La fin du monde en 2012 ? Non, selon les Mayas eux-mêmes
Des archéologues américains ont découvert au Guatemala les plus anciens calendriers astronomiques mayas datant du IXe siècle, qui n’annoncent pas la fin du monde en 2012 contrairement à certaines croyances populaires, révèle une étude publiée jeudi aux États-Unis.Ces précieux calendriers ont été découverts dans une maison exhumée sur le site maya de Xultun, précisent ces travaux parus dans la revue américaine Science du 11 mai et dans le numéro de National Geographic de juin.
Dans l’une des pièces de cette demeure, les murs sont couverts de glyphes – des caractères gravés dans la pierre – dont un grand nombre sont des chiffres représentant des calculs liés aux différents cycles calendaires mayas.
Il s’agit du calendrier cérémonial de 260 jours, du calendrier solaire de 365 jours, ainsi que du cycle annuel de 584 jours de la planète Vénus et celui de 780 jours de Mars, explique l’archéologue William Saturno, de l’Université de Boston, qui a dirigé ces fouilles. D’autres encore suivent les phases lunaires, ajoute-t-il.

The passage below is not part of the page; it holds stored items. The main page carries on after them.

import { v7 as newId } from 'uuid';
import { afterAll, beforeAll, describe, expect, test } from 'vitest';

import { envelope, planCaseAs, send, type HttpAnswer } from './house/client';
import { openTestHouse, type TestHouse } from './house/open-test-house';

let house: TestHouse;
let caseId: string;

beforeAll(async () => {
  house = await openTestHouse();
  caseId = await planCaseAs(house, 'desk@demo.example');
});
afterAll(() => house.close());

/** Every route that names a case, with a request that would be right for its owner. */
const routes: readonly (readonly [string, string, () => unknown])[] = [
  ['GET', '', () => undefined],
  ['GET', '/entries', () => undefined],
  ['POST', '/commands', () => envelope({ name: 'send-message', text: 'Hello' })],
  ['GET', '/screens', () => undefined],
  ['POST', '/screens', () => ({ code: 'ACDEFH', isConfirmed: false })],
  ['DELETE', `/screens/${newId()}`, () => undefined],
];

async function ask(email: string, id: string, [method, path, body]: (typeof routes)[number]): Promise<HttpAnswer> {
  const content = body();
  return send(house, method, `/api/cases/${id}${path}`, { cookie: await house.cookieOf(email), ...(content === undefined ? {} : { body: content }) });
}

const visible = ({ status, body, headers }: HttpAnswer) => ({ status, body, type: headers.get('content-type'), cache: headers.get('cache-control') });

describe('a case that is not theirs', () => {
  for (const email of ['desk@other.example', 'admin@demo.example', 'surgeon@demo.example', 'physician@demo.example', 'reviewer@demo.example']) {
    test(`looks to ${email} exactly like one that is not there, on every route`, async () => {
      for (const route of routes) {
        const foreign = visible(await ask(email, caseId, route));
        expect([route[0], route[1], foreign.status]).toEqual([route[0], route[1], 404]);
        expect(foreign).toEqual(visible(await ask(email, newId(), route)));
        expect(foreign).toEqual(visible(await ask(email, 'no-case-at-all', route)));
      }
    });
  }

  test('is not in their list, and is in its owner\'s', async () => {
    for (const [email, count] of [['desk@other.example', 0], ['physician@demo.example', 0], ['admin@demo.example', 0], ['desk@demo.example', 1]] as const) {
      const { body } = await send(house, 'GET', '/api/cases', { cookie: await house.cookieOf(email) });
      const { cases, total } = body as { cases: unknown[]; total: number };
      expect([email, cases.length, total]).toEqual([email, count, count]);
    }
  });

  test('the control: its owner is let in on every reading route', async () => {
    for (const route of routes.filter(([method]) => method === 'GET')) expect((await ask('desk@demo.example', caseId, route)).status).toBe(200);
  });

  test('opens to a person who is assigned, and closes at once when the membership is revoked', async () => {
    const email = 'physician@demo.example';
    const person = await house.admin('people').where({ email }).first('id');
    const { hospital_id: hospitalId } = await house.admin('cases').where({ id: caseId }).first('hospital_id');
    await house.admin('case_assignments').insert({ hospital_id: hospitalId, case_id: caseId, person_id: person.id, role: 'physician' });
    const [read, write] = [['GET', '', () => undefined] as const, ['POST', '/commands', () => envelope({ name: 'open-case', clockOffsetMs: null })] as const];
    expect((await ask(email, caseId, read)).body).toMatchObject({ role: 'physician', mayWrite: false, patientLabel: 'Invented patient' });
    expect((await ask(email, caseId, write)).status).toBe(404);
    await house.admin('memberships').where({ person_id: person.id }).update({ revoked_at: house.admin.fn.now() });
    expect((await ask(email, caseId, read)).status).toBe(404);
  });
});

describe('the list of cases', () => {
  test('ends with the role that opened a case, also for someone who has another role there', async () => {
    const email = 'surgeon@demo.example';
    const person = await house.admin('people').where({ email }).first('id');
    const { hospital_id: hospitalId } = await house.admin('cases').where({ id: caseId }).first('hospital_id');
    const listed = async () => ((await send(house, 'GET', '/api/cases', { cookie: await house.cookieOf(email) })).body as { cases: unknown[] }).cases.length;
    await house.admin('case_assignments').insert({ hospital_id: hospitalId, case_id: caseId, person_id: person.id, role: 'surgeon' });
    expect([await listed(), (await ask(email, caseId, ['GET', '', () => undefined])).status]).toEqual([1, 200]);
    await house.admin('memberships').insert({ hospital_id: hospitalId, person_id: person.id, role: 'reviewer' });
    await house.admin('memberships').where({ person_id: person.id, role: 'surgeon' }).update({ revoked_at: house.admin.fn.now() });
    expect([await listed(), (await ask(email, caseId, ['GET', '', () => undefined])).status]).toEqual([0, 404]);
  });
});

describe('the audit of reads', () => {
  const count = async (where: object) => Number((await house.admin('read_audit').where(where).count('* as count').first())?.count);

  test('has one row for each page read, with the rule', async () => {
    const before = await count({ case_id: caseId, what: 'entries', outcome: 'allowed', rule: 'neurophysiologist-of-the-case' });
    for (let read = 0; read < 5; read += 1) await ask('desk@demo.example', caseId, ['GET', '/entries', () => undefined]);
    expect(await count({ case_id: caseId, what: 'entries', outcome: 'allowed', rule: 'neurophysiologist-of-the-case' })).toBe(before + 5);
  });

  test('has one row for each list of cases, in each hospital whose cases it may name', async () => {
    const listed = { what: 'cases', outcome: 'allowed', case_id: null };
    const before = await count(listed);
    for (let read = 0; read < 3; read += 1) await send(house, 'GET', '/api/cases', { cookie: await house.cookieOf('desk@demo.example') });
    expect(await count({ ...listed, rule: 'neurophysiologist-of-the-hospital' })).toBeGreaterThanOrEqual(3);
    expect(await count(listed)).toBe(before + 3);
    await send(house, 'GET', '/api/cases', { cookie: await house.cookieOf('admin@demo.example') });
    expect(await count(listed)).toBe(before + 3);
  });

  test('has a row for the identity and for each refusal', async () => {
    const identities = await count({ case_id: caseId, what: 'identity' });
    await ask('desk@demo.example', caseId, ['GET', '', () => undefined]);
    expect(await count({ case_id: caseId, what: 'identity' })).toBe(identities + 1);
    const denied = await count({ case_id: caseId, outcome: 'denied', rule: 'no-rule' });
    await ask('desk@other.example', caseId, ['GET', '', () => undefined]);
    expect(await count({ case_id: caseId, outcome: 'denied', rule: 'no-rule' })).toBe(denied + 1);
  });
});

Cependant, souligne l’archéologue, il n’y a aucune indication que les calendriers mayas s’arrêtent, ou que la fin du monde coïnciderait avec la fin de l’année 2012, comme le laissent croire certaines croyances populaires.

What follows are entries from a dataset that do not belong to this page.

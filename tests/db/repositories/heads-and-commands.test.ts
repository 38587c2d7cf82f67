import { v7 as uuidv7 } from 'uuid';
import { afterAll, beforeAll, describe, expect, test } from 'vitest';
import { findCommand } from '@/db/repositories/entries/find-command';
import { headOf } from '@/db/repositories/entries/head-of';
import { headsOf } from '@/db/repositories/entries/heads-of';
import { insertEntries } from '@/db/repositories/entries/insert-entries';
import { chainEntries } from '@/lib/record/chain-entries';
import { addCase, draft, openRecordDatabase, type RecordDatabase } from '@/tests/db/record-database';

let db: RecordDatabase;
beforeAll(async () => {
  db = await openRecordDatabase();
});
afterAll(() => db.drop());

describe('headsOf', () => {
  test('gives the last entry of each case, leaves out a case without entries, and the time of the database', async () => {
    const one = await addCase(db.database.app, db.hospital, ['case.opened', 'run.logged']);
    const two = await addCase(db.database.app, db.other);
    const before = await db.admin.raw<{ rows: { at: string }[] }>('select clock_timestamp() as at');
    const { checkedAt, heads } = await headsOf(db.database.feed, [one.caseId, two.caseId, uuidv7()]);
    const after = await db.admin.raw<{ rows: { at: string }[] }>('select clock_timestamp() as at');
    expect(Object.fromEntries(heads)).toEqual({
      [one.caseId]: { seq: 3, hash: one.entries[2]?.hash, recordedAt: one.entries[2]?.entry.recordedAt },
      [two.caseId]: { seq: 1, hash: two.entries[0]?.hash, recordedAt: two.entries[0]?.entry.recordedAt },
    });
    expect(checkedAt >= (before.rows[0]?.at ?? '~')).toBe(true);
    expect(checkedAt <= (after.rows[0]?.at ?? '')).toBe(true);
  });

  test('gives a time also when no case is asked for', async () => {
    const { checkedAt, heads } = await headsOf(db.database.feed, []);
    expect(heads.size).toBe(0);
    expect(checkedAt).toMatch(/^\d{4}-\d\d-\d\dT\d\d:\d\d:\d\d\.\d{3}Z$/);
  });
});

describe('headOf', () => {
  test('is null for a case that is not there', async () => {
    expect(await headOf(db.database.feed, uuidv7())).toBeNull();
  });
});

describe('findCommand', () => {
  test('gives all parts of a command in order, and none of an unknown one or of another case', async () => {
    const { caseId, entries } = await addCase(db.database.app, db.hospital);
    const run = draft(db.hospital, caseId, 2, 'run.logged');
    const parts = chainEntries({ seq: 1, hash: entries[0]?.hash ?? '' }, [run, { ...run, kind: 'run.judged', commandPart: 1 }]);
    await insertEntries(db.database.app, parts);
    expect(await findCommand(db.database.feed, caseId, run.commandId)).toEqual(parts);
    expect(await findCommand(db.database.feed, caseId, 'repeat/ulnar-1/3')).toEqual([]);
    expect(await findCommand(db.database.feed, uuidv7(), run.commandId)).toEqual([]);
  });
});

«Ce que l’on voit, c’est simplement la fin de l’un des cycles calendaires mayas», indique-t-il.
«Les anciens Mayas prédisaient que le monde continuerait et que dans 7.000 ans les choses seraient exactement comme elles l’étaient alors», ajoute William Saturno.
«Nous sommes aujourd’hui toujours en quête de signes que le monde va s’arrêter alors que les Mayas recherchaient au contraire des assurances que rien ne changerait, c’est un état d’esprit totalement différent», relève-t-il.

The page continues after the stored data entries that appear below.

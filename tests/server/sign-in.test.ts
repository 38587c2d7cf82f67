import { afterAll, beforeAll, beforeEach, describe, expect, test } from 'vitest';

import { findCredentialsByEmail } from '@/db/repositories/people/find-credentials-by-email';
import { DEMO_PASSWORD } from '@/db/seeds/demo-people';
import { checkCredentials, throttle } from '@/server/auth/check-credentials';
import { codeAt, nextCode, stepAt, stepOfCode } from '@/server/auth/second-factor';

import { send } from './house/client';
import { openTestHouse, sessionCookie, type TestHouse } from './house/open-test-house';
import { openSecondServer, type SecondServer } from './house/second-server';

let house: TestHouse;

beforeAll(async () => {
  house = await openTestHouse();
});
afterAll(() => house.close());
beforeEach(async () => {
  await house.admin('people').update({ second_factor_step: -1 });
});

const source = { cookie: null, authorization: null, address: '192.0.2.7' };
const signIn = (email: string, password: string, code: string, address = source.address) =>
  globalThis.fascicle.execute('sign-in', { email, password, code }, { ...source, address });

async function codeOf(email: string): Promise<string> {
  const credentials = await findCredentialsByEmail(house.admin, email);
  if (credentials === null) throw new Error(`There is no ${email}.`);
  return (await nextCode(credentials.secondFactorSecret, credentials.secondFactorStep, Date.now())).code;
}

describe('signing in', () => {
  test('takes the right three and begins a session that can be read', async () => {
    const answer = await signIn('Surgeon@Demo.example ', DEMO_PASSWORD, await codeOf('surgeon@demo.example'));
    if (!answer.isOk) throw new Error(answer.body.message);
    const cookie = await sessionCookie(answer.body.sessionId, house.database.secret);
    const { body } = await send(house, 'GET', '/api/session', { cookie });
    expect(body).toMatchObject({ email: 'surgeon@demo.example', memberships: [{ role: 'surgeon' }], theatres: expect.arrayContaining([expect.objectContaining({ name: 'Theatre 1' })]) });
  });

  test('says the same of a wrong password, a wrong code and an unknown person', async () => {
    const code = await codeOf('surgeon@demo.example');
    const answers = [
      await signIn('surgeon@demo.example', 'wrong', code),
      await signIn('surgeon@demo.example', DEMO_PASSWORD, code === '000000' ? '000001' : '000000'),
      await signIn('nobody@demo.example', DEMO_PASSWORD, code),
    ];
    for (const answer of answers) expect(answer).toEqual({ ...answers[0], status: 401 });
  });

  test('takes a code once, also when it is sent twice at the same time', async () => {
    const code = await codeOf('reviewer@demo.example');
    const answers = await Promise.all(Array.from({ length: 6 }, () => signIn('reviewer@demo.example', DEMO_PASSWORD, code)));
    expect(answers.filter((answer) => answer.isOk).length).toBe(1);
    expect(answers.find((answer) => !answer.isOk)?.body).toMatchObject({ code: 'code-used' });
  });

  test('lets an account rest after its failures, with a sentence, even with the right three', async () => {
    const email = 'admin@demo.example';
    const statuses: number[] = [];
    for (let attempt = 0; attempt < throttle.perAccount; attempt += 1) statuses.push((await signIn(email, 'wrong', '000000', `192.0.2.${attempt}`)).status);
    expect(new Set(statuses)).toEqual(new Set([401]));
    const answer = await signIn(email, DEMO_PASSWORD, await codeOf(email), '192.0.2.200');
    expect([answer.status, answer.body]).toMatchObject([429, { kind: 'too-many', message: expect.stringMatching(/^Too many: 10 failed attempts/) }]);
  });

  test('counts attempts side by side: of an account under any spelling, and of a machine under any account', async () => {
    const spellings = Array.from({ length: 24 }, (_, index) => `${' '.repeat(index)}${index % 2 === 0 ? 'spaced' : 'Spaced'}@demo.example `);
    const ofAccount = await Promise.all(spellings.map((email, index) => signIn(email, 'wrong', '000000', `198.51.100.${index}`)));
    const emails = Array.from({ length: throttle.perAddress + 8 }, (_, index) => `machine-${index}@demo.example`);
    const ofMachine = await Promise.all(emails.map((email) => signIn(email, 'wrong', '000000', '198.51.100.250')));
    const taken = (answers: readonly { readonly status: number }[]) => answers.filter(({ status }) => status === 401).length;
    expect([taken(ofAccount), taken(ofMachine)]).toEqual([throttle.perAccount, throttle.perAddress]);
  });

  test('counts an account in all processes together, also when they ask side by side', async () => {
    const servers = [openSecondServer(house), openSecondServer(house), openSecondServer(house)];
    const contextOf = (index: number) => (servers[index % servers.length] as SecondServer).context;
    const typed = { email: 'spread@demo.example', password: 'wrong', code: '000000', credentials: null };
    try {
      const answers = await Promise.all(
        Array.from({ length: 24 }, (_, index) => checkCredentials(contextOf(index), { ...typed, address: `203.0.113.${index}` }).catch((refused: unknown) => refused as { status: number })),
      );
      const statuses = answers.map((answer) => ('status' in answer ? answer.status : 200));
      expect([statuses.filter((status) => status === 401).length, statuses.filter((status) => status === 429).length]).toEqual([throttle.perAccount, 24 - throttle.perAccount]);
    } finally {
      await Promise.all(servers.map((server) => server.close()));
    }
  });

  test('takes as long for an unknown person as for a known one', async () => {
    const timeOf = async (email: string) => {
      const begin = performance.now();
      await signIn(email, 'wrong', '000000', '192.0.2.250');
      return performance.now() - begin;
    };
    const [known, unknown]: [number[], number[]] = [[], []];
    await timeOf('nobody-0@demo.example');
    for (let round = 1; round <= 9; round += 1) {
      known.push(await timeOf('physician@demo.example'));
      unknown.push(await timeOf(`nobody-${round}@demo.example`));
    }
    const median = (times: number[]) => times.sort((a, b) => a - b)[4] ?? 0;
    const ratio = median(unknown) / median(known);
    expect(ratio).toBeGreaterThan(0.5);
    expect(ratio).toBeLessThan(2);
  });

  test('bad texts are a 400 and never a fault', async () => {
    for (const email of ['a\u0000b', '\ud800', 'x'.repeat(300)]) expect((await signIn(email, 'p', '000000')).status).toBe(400);
    expect((await signIn('a@b.example', 'p', '12345678901')).status).toBe(400);
  });
});

describe('a session', () => {
  test('that was revoked is nobody at once, and a forged or foreign token is nobody', async () => {
    const email = 'desk@demo.example';
    const cookie = await house.cookieOf(email);
    expect((await send(house, 'GET', '/api/session', { cookie })).status).toBe(200);
    await globalThis.fascicle.execute('sign-out', { sessionId: await house.sessionIdOf(email) }, source);
    expect((await send(house, 'GET', '/api/session', { cookie })).status).toBe(401);
    const other = await sessionCookie(await house.sessionIdOf('surgeon@demo.example'), 'another secret that has nothing to do with ours');
    for (const forged of [other, 'next-auth.session-token=x', 'next-auth.session-token=%E0%A4%A', `${cookie}x`]) {
      expect((await send(house, 'GET', '/api/session', { cookie: forged })).status).toBe(401);
    }
  });

  test('is marked when password and code are given again, and only then', async () => {
    const email = 'desk@other.example';
    const cookie = await house.cookieOf(email);
    await house.admin('people').update({ second_factor_step: -1 });
    const marked = () => house.admin('sessions').where({ id: sessionId }).first('reauthenticated_at');
    const sessionId = await house.sessionIdOf(email);
    const wrong = await send(house, 'POST', '/api/reauthenticate', { cookie, body: { password: 'wrong', code: await codeOf(email) } });
    expect([wrong.status, (await marked()).reauthenticated_at]).toEqual([401, null]);
    const right = await send(house, 'POST', '/api/reauthenticate', { cookie, body: { password: DEMO_PASSWORD, code: await codeOf(email) } });
    expect([right.status, (await marked()).reauthenticated_at !== null]).toEqual([200, true]);
  });
});

describe('GET /api/demo-people', () => {
  test('gives people with codes that work, and only to this machine', async () => {
    const { body } = await send(house, 'GET', '/api/demo-people');
    const { people } = body as { people: { email: string; password: string; code: string }[] };
    const reviewer = people.find((person) => person.email === 'reviewer@demo.example');
    expect((await signIn(reviewer?.email ?? '', reviewer?.password ?? '', reviewer?.code ?? '')).isOk).toBe(true);
    expect((await globalThis.fascicle.query('demo-people', {}, source)).status).toBe(404);
  });
});

describe('second factor', () => {
  const secret = 'GEZDGNBVGY3TQOJQGEZDGNBVGY3TQOJQ';

  test('codeAt gives the last six digits of the vectors of RFC 6238, appendix B', async () => {
    for (const [second, code] of [[59, '287082'], [1_111_111_109, '081804'], [1_234_567_890, '005924'], [2_000_000_000, '279037']] as const) {
      expect(await codeAt(secret, stepAt(second * 1000))).toBe(code);
    }
  });

  test('stepOfCode takes one step to either side and no more', async () => {
    const nowMs = 1_234_567_890_000;
    for (const [offset, expected] of [[-2, null], [-1, stepAt(nowMs) - 1], [0, stepAt(nowMs)], [1, stepAt(nowMs) + 1], [2, null]] as const) {
      expect([offset, await stepOfCode(secret, await codeAt(secret, stepAt(nowMs) + offset), nowMs)]).toEqual([offset, expected]);
    }
  });
});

Ces inscriptions murales sont les premières de l’art maya à être retrouvées dans une maison, souligne David Stuart, professeur d’art méso-américain à l’Université du Texas à Austin (sud), qui a décrypté les glyphes.
«Il y a de minuscules glyphes sur tout le mur, ce sont des barres et des points représentant des colonnes de chiffres, et c’est ce type de signes que l’on a pu voir jusqu’à présent uniquement dans le codex de Dresde, un cahier de 78 pages que les Mayas ont rédigé entre 1200 et 1250», ajoute-t-il.
«Le plus exaltant dans cette découverte, c’est la révélation que les Mayas se livraient à ces calculs de cycles calendaires sur des murs, des centaines d’années avant que des scribes ne les écrivent dans des codex», qui représentent les archives de cette civilisation précolombienne décimée en grande partie par les Conquistadors espagnols, explique Anthony Aveni, professeur d’astronomie et d’anthropologie à l’Université Colgate (New York, nord-est), un des co-auteurs de l’étude.